Oltre agli interessi economici, di sviluppo e di ricerca scientifica, gli Stati guardano sempre di più allo spazio da una prospettiva securitaria. Le tecnologie spaziali, i razzi per il trasporto dei carichi in orbita e le infrastrutture satellitari, sono spesso e volentieri impiegati e impiegabili militarmente (un terzo dei ricavi dell’intera industria dipende oggi da commissioni e appalti da parte delle forze armate). In epoca spaziale la sicurezza nazionale non può più prescindere dal controllo di ciò che succede nello spazio e dalla difesa delle proprie strutture in orbita terrestre. Sulla scia di queste considerazioni, anche in questo caso comincia a prendere forma una competizione fra le principali potenze. Lo sviluppo da parte di cinesi (BeiDou) ed europei (Galileo) di un proprio sistema di geolocalizzazione indipendente dai satelliti americani è un segnale evidente della volontà di emanciparsi quanto più possibile dagli Stati Uniti e dalla loro supremazia tecnologica.
Il primato degli Stati Uniti
Nel prossimo decennio, infatti, potrebbero essere proprio gli Stati Uniti i principali protagonisti delle attività spaziali. Nonostante negli Usa, in seguito alla chiusura del programma Space Shuttle nel 2011, siano rimasti sprovvisti di una capsula capace di portare i loro astronauti in orbita, la Nasa ha continuato a investire tempo e risorse nelle missioni sulla Stazione spaziale internazionale (Iss). Nel 2020 SpaceX ha sviluppato per l’agenzia governativa americana un nuovo sistema per il lancio di esseri umani in orbita, inoltre con l’avvio del programma Artemis l’agenzia spaziale statunitense punta a costruire una stazione orbitante attorno alla Luna a partire dal 2024 e a stabilire una base lunare permanente entro la fine del decennio.
Il vantaggio di Washington rispetto agli altri Paesi è composto da due elementi: da un lato, una capacità di investimenti pubblici nell’industria spaziale nettamente superiore a quella degli altri Paesi; dall’altro lo sviluppo ormai in fase avanzata di aziende private molto competitive (come SpaceX) che, spesso in compartecipazione con gli apparati pubblici, finanziano lanci e missioni umane nello spazio. Ciò che più rallenta le attività spaziali sono i costi di trasporto dei carichi in orbita, e l’arrivo di SpaceX ha portato ad un abbassamento dei prezzi di lancio mai visto in precedenza. Anche per questo motivo la nascita di società private molto innovative e la presenza di un mercato competitivo sono diventati elementi di vantaggio strategico per gli Stati Uniti.

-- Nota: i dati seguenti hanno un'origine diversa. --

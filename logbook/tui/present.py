"""Turning forecasts into table cells and sort keys (pure: no Textual, no SQL).

Nothing here computes a forecast: it picks, orders and words what the engine made.
"""

from __future__ import annotations

from dataclasses import dataclass
from datetime import date
from typing import Callable

from logbook import fmt
from logbook.analysis.results import (
    FLAG_JUMP,
    FLAG_OUTLIER,
    FLAG_POOLED,
    FLAG_STEP,
    KindForecast,
    Outcome,
    PumpForecast,
    outcome_words,
)
from logbook.analysis.status import status_rank as status_rank  # re-exported: the views rank statuses by it
from logbook.analysis.status import urgency_key  # the engine's one most-urgent-first order
from logbook.model import Kind
from logbook.tui.layout import clip, fleet_columns

KIND_SHORT = {Kind.CASE_DRAIN: "drain", Kind.SERVO_PRESSURE: "servo", Kind.NEUTRAL_DRIFT: "drift"}

FLAG_WORDS = {
    FLAG_POOLED: "pooled with its model's fleet",
    FLAG_OUTLIER: "a wild reading set aside",
    FLAG_STEP: "sudden step (breakage?)",
    FLAG_JUMP: "newest reading far from the trend",
}


def flag_words(flags) -> str:
    return ", ".join(FLAG_WORDS.get(f, f.replace("_", " ")) for f in sorted(flags))


def trend(kf: KindForecast | None) -> tuple[str, str]:
    """(arrow, words) for the direction the normalized value moves near today.

    The arrow shows the value (up or down); the words say whether that is toward
    the limit. A change under 1 % of the limit per 1000 h counts as steady
    (common practice, no published source).
    """
    if kf is None or kf.rate_per_1000h is None:
        return "·", "no trend"
    rate = kf.rate_per_1000h
    scale = abs(kf.limit.value) if kf.limit is not None and kf.limit.value else max(abs(kf.latest_value or 0.0), 1.0)
    if abs(rate) < 0.01 * scale:
        return "→", "steady"
    arrow = "↑" if rate > 0 else "↓"
    if kf.limit is None:
        return arrow, "rising" if rate > 0 else "falling"
    toward = (rate > 0) == (kf.limit.direction == "above")
    return arrow, "toward limit" if toward else "away from limit"


def where(pf: PumpForecast) -> str:
    if not pf.machine:
        return "not fitted"
    return f"{pf.machine} {pf.position or ''}".strip()


@dataclass(frozen=True)
class Column:
    """A fleet table column as laid out: key, label, width and how to word a cell."""

    key: str
    label: str
    width: int
    cell: Callable[[PumpForecast], str]


def _month(d: date | None) -> str:
    return fmt.month(d)


def _hours_cell(pf: PumpForecast) -> str:
    return "-" if pf.hours_since_overhaul is None else f"{pf.hours_since_overhaul:,.0f}"


def _worst_date(getter, shown):
    return lambda p: shown(getter(p.worst) if p.worst is not None else None)


def _closest(p: PumpForecast, long: bool) -> str:
    if p.worst is None:
        return "-"
    return p.worst.kind.label if long else KIND_SHORT[p.worst.kind]


def next_cell(test, today: date) -> str:
    """The next reading in four cells: 'now!' (the last reading jumped), 'due' (due or
    overdue), '12d' (days to go), '-' (nothing asks for one, or not fitted)."""
    if test is None or (test.test_on is None and not test.asap):
        return "-"
    if test.asap:
        return "now!"
    days = (test.test_on - today).days
    if days <= 0:
        return "due"
    return f"{days}d" if days <= 999 else f"{days // 365}y"


def next_words(test, today: date) -> str:
    """The next reading in full words with the reason, for the pump view."""
    if test is None:
        return "Next: no reading planned (not fitted in a machine)"
    return f"Next: {test.words(today)} · {test.reason}"


def is_reading_due(tests, serial: str, today: date) -> bool:
    """The pump's next reading (``tests``: serial -> rounds.NextTest) is due by ``today``."""
    test = tests.get(serial) if tests else None
    return test is not None and test.is_due(today)


def short_money(value: float | None) -> str:
    """An amount in at most five cells: 980, 8.4k, 125k, 1.2M, 35M ('' for none)."""
    if value is None or value != value:
        return ""
    v = abs(value)
    sign = "-" if value < 0 else ""
    if v < 999.5:
        return f"{sign}{v:.0f}"
    if v < 9_950:
        return f"{sign}{v / 1e3:.1f}k"
    if v < 999_500:
        return f"{sign}{v / 1e3:.0f}k"
    if v < 9_950_000:
        return f"{sign}{v / 1e6:.1f}M"
    return f"{sign}{v / 1e6:.0f}M"


def whole_money(value: float | None) -> str:
    """An amount in full with thousands separators: 12,500, or 12,500.50 with cents ('' for none)."""
    if value is None or value != value:
        return ""
    return f"{value:,.0f}" if value == round(value) else f"{value:,.2f}"


def setup_words(setup, models=()) -> str:
    """The plan settings (plan_setup.PlanSetup) in one line, as the plan screen states them."""
    return setup.words(models)


def either_way(line) -> str:
    """What moving a plan line's job one month earlier / later adds to its expected cost ('' without costs)."""
    if line.expected_cost is None:
        return ""

    def delta(other: float | None) -> str:
        if other is None:
            return "-"
        change = other - line.expected_cost
        return ("+" if change >= 0 else "") + short_money(change)

    return f"{delta(line.cost_month_earlier)}/{delta(line.cost_month_later)}"


def plan_money_lines(plan) -> list[str]:
    """Under the plan: its expected cost against the other policies, and the spend per month."""
    from logbook.plan import month_label

    if plan.costs is None:
        why = f" ({plan.placement_note})" if plan.placement_note else ""
        return [f"No costs weighed{why}: each pump goes no later than its P10 month. Costs: m (models) "
                "or logbook costs."]
    cur = plan.currency or "no currency set"
    p = plan.costs.policies
    spend = plan.spend_per_month()
    months = ", ".join(f"{month_label(m)} {short_money(spend.get(m, 0.0))}" for m in plan.settings.months)
    return [f"Expected {cur}: this plan {short_money(p['cost_optimal'])} · all at P10 month "
            f"{short_money(p['at_p10'])} · all run to failure {short_money(p['run_to_failure'])}",
            f"Spend {months}"]


def fleet_layout(width: int, serial_width: int = 7, tests=None, today: date | None = None,
                 costs: dict[str, float] | None = None) -> tuple[Column, ...]:
    """The columns of ``layout.fleet_columns`` (what fits ``width``) with how each cell
    is worded (user text made ``fmt.visible``), clipped to its column; ``tests`` (serial -> rounds.NextTest, None while
    not computed) words the next-reading column as of ``today``; ``costs`` (serial -> expected cost of its
    month in the plan; empty or None without costs) the cost column, blank for a pump the plan does not take."""
    costs = costs or {}
    spec = fleet_columns(width, serial_width)
    day = fmt.day if spec.full_dates else _month
    cells: dict[str, Callable[[PumpForecast], str]] = {
        "serial": lambda p: p.serial,
        "where": where,
        "site": lambda p: p.site or "-",
        "model": lambda p: p.model,
        "hours": _hours_cell,
        "kind": lambda p: _closest(p, spec.long_kind),
        "p50": _worst_date(lambda k: k.p50_date, day),
        "p10": _worst_date(lambda k: k.p10_date, day),
        "trend": (lambda p: " ".join(trend(p.worst))) if spec.trend_words else (lambda p: trend(p.worst)[0]),
        "status": lambda p: p.status or "-",
        "next": (lambda p: "") if tests is None or today is None else (lambda p: next_cell(tests.get(p.serial), today)),
        "cost": lambda p: short_money(costs.get(p.serial)),
    }
    return tuple(
        Column(c.key, c.label, c.width, (lambda cell, w: lambda p: clip(fmt.visible(cell(p)), w))(cells[c.key], c.width))
        for c in spec.columns
    )


def _date_key(getter):
    def key(pf: PumpForecast) -> tuple:
        d = getter(pf.worst) if pf.worst is not None else None
        return (d is None, d or date.max, pf.serial)

    return key


#: Sort key of each column; "status" sorts most urgent first.
SORT_KEYS: dict[str, Callable[[PumpForecast], tuple]] = {
    "serial": lambda p: (p.serial,),
    "where": lambda p: (where(p), p.serial),
    "site": lambda p: (p.site or "~", where(p), p.serial),
    "model": lambda p: (p.model, p.serial),
    "hours": lambda p: (p.hours_since_overhaul is None, -(p.hours_since_overhaul or 0.0), p.serial),
    "kind": lambda p: ((p.worst.kind.value if p.worst else "~"), urgency_key(p)),
    "p50": _date_key(lambda k: k.p50_date),
    "p10": _date_key(lambda k: k.p10_date),
    "trend": lambda p: (trend(p.worst)[1], urgency_key(p)),
    "status": urgency_key,
}
SORT_ORDER = ("status", "p10", "next", "cost", "p50", "hours", "serial", "where", "site", "model", "kind", "trend")
SORT_WORDS = {
    "status": "most urgent first", "p10": "P10 date", "p50": "P50 date", "hours": "hours since overhaul (most first)",
    "serial": "serial", "where": "machine and position", "site": "site", "model": "model",
    "kind": "reading closest to its limit", "trend": "trend", "next": "next reading (soonest first)",
    "cost": "expected cost of the planned month (dearest first)",
}


def cost_sort_key(costs: dict[str, float] | None) -> Callable[[PumpForecast], tuple]:
    """Dearest planned month first; pumps the plan does not cost last, most urgent first."""
    costs = costs or {}

    def key(pf: PumpForecast) -> tuple:
        value = costs.get(pf.serial)
        return (value is None, -(value or 0.0), urgency_key(pf))

    return key


def next_sort_key(tests, today: date | None) -> Callable[[PumpForecast], tuple]:
    """Soonest next reading first ('now!', then by date); pumps without one last."""
    def key(pf: PumpForecast) -> tuple:
        t = tests.get(pf.serial) if tests else None
        when = t.test_on if t is not None else None
        return (when is None and not (t and t.asap), not (t and t.asap), when or date.max, urgency_key(pf))

    return key


FORECASTING = "… forecasting"


def provisional_pumps(fleet) -> list[PumpForecast]:
    """Pumps in service from the snapshot alone, shown while the first forecast runs
    (no figures: every forecast field is left empty)."""
    out = []
    for f in fleet.fitments:
        if f.removed_on is None and f.serial in fleet.pumps:
            machine = fleet.machines.get(f.machine)
            out.append(PumpForecast(f.serial, fleet.pumps[f.serial].model, f.machine, f.position,
                                    machine.site if machine else None, None, None, (), status=FORECASTING))
    return out


def select_pumps(
    pumps, *, site: str | None = None, model: str | None = None, status: str | None = None,
    sort_key: str = "status", reverse: bool = False, due: bool = False, tests=None, today: date | None = None,
    costs: dict[str, float] | None = None,
) -> list[PumpForecast]:
    """The pumps passing the filters (None = any; ``due``: only pumps whose next reading
    in ``tests`` is due by ``today``), in the order of one column."""
    chosen = [
        p for p in pumps
        if (site is None or (p.site or "-") == site)
        and (model is None or p.model == model)
        and (status is None or p.status == status)
        and (not due or (today is not None and is_reading_due(tests, p.serial, today)))
    ]
    key = next_sort_key(tests, today) if sort_key == "next" else cost_sort_key(costs) if sort_key == "cost" \
        else SORT_KEYS[sort_key]
    chosen.sort(key=key, reverse=reverse)
    return chosen


def outcome_line(kf: KindForecast, prefs) -> str:
    """One line for a kind: latest against its limit, and what the engine projects."""
    latest = fmt.value(kf.kind, kf.latest_value, prefs)
    versus = fmt.against_limit(kf.kind, kf.latest_value, kf.limit, prefs) or "no limit"
    words = outcome_words(kf)
    if kf.outcome is Outcome.NO_CROSSING and kf.p10_date is not None:
        words = f"P10 {fmt.day(kf.p10_date)} · {words}"
    if kf.outcome is Outcome.CROSSING:
        words = f"P10 {fmt.day(kf.p10_date)} · P50 {fmt.day(kf.p50_date)} · P90 {fmt.day(kf.p90_date)}"
    return f"{kf.kind.label}: {latest}, {versus}; {words}"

Il distacco tecnologico rispetto al resto del mondo si fa molto ampio specialmente per quanto riguarda le infrastrutture di lancio (i razzi). Per fare un esempio, l’agenzia spaziale russa (Roscosmos) punta a sviluppare una tecnologia simile a quella si SpaceX entro il 2026, con un ritardo di 16 anni rispetto al primo lancio effettuato dall’azienda di Elon Musk.
Le difficoltà europee e la novità cinese
Il crollo dei prezzi generato dall’arrivo di SpaceX sta mettendo in seria difficoltà anche gli europei. L’Agenzia spaziale europea (Esa) fino a pochi anni fa dominava il mercato dei lanci commerciali mentre adesso i vettori europei stanno rapidamente perdendo competitività e quote di mercato. L’offerta europea per il trasporto spaziale è infatti dominata dai monopoli statali, e la frammentazione politica ostacola il perseguimento di una politica di difesa unica e condivisa, che a sua volta, penalizza l’industria spaziale europea rispetto a quelle di Cina e Usa. Molto dipende dal processo di integrazione fra gli Stati europei in termini di politica di difesa e dal dialogo sullo sviluppo congiunto di Galileo: il nuovo sistema di posizionamento per rendere l’Europa indipendente dalle infrastrutture militari americane (dal Gps).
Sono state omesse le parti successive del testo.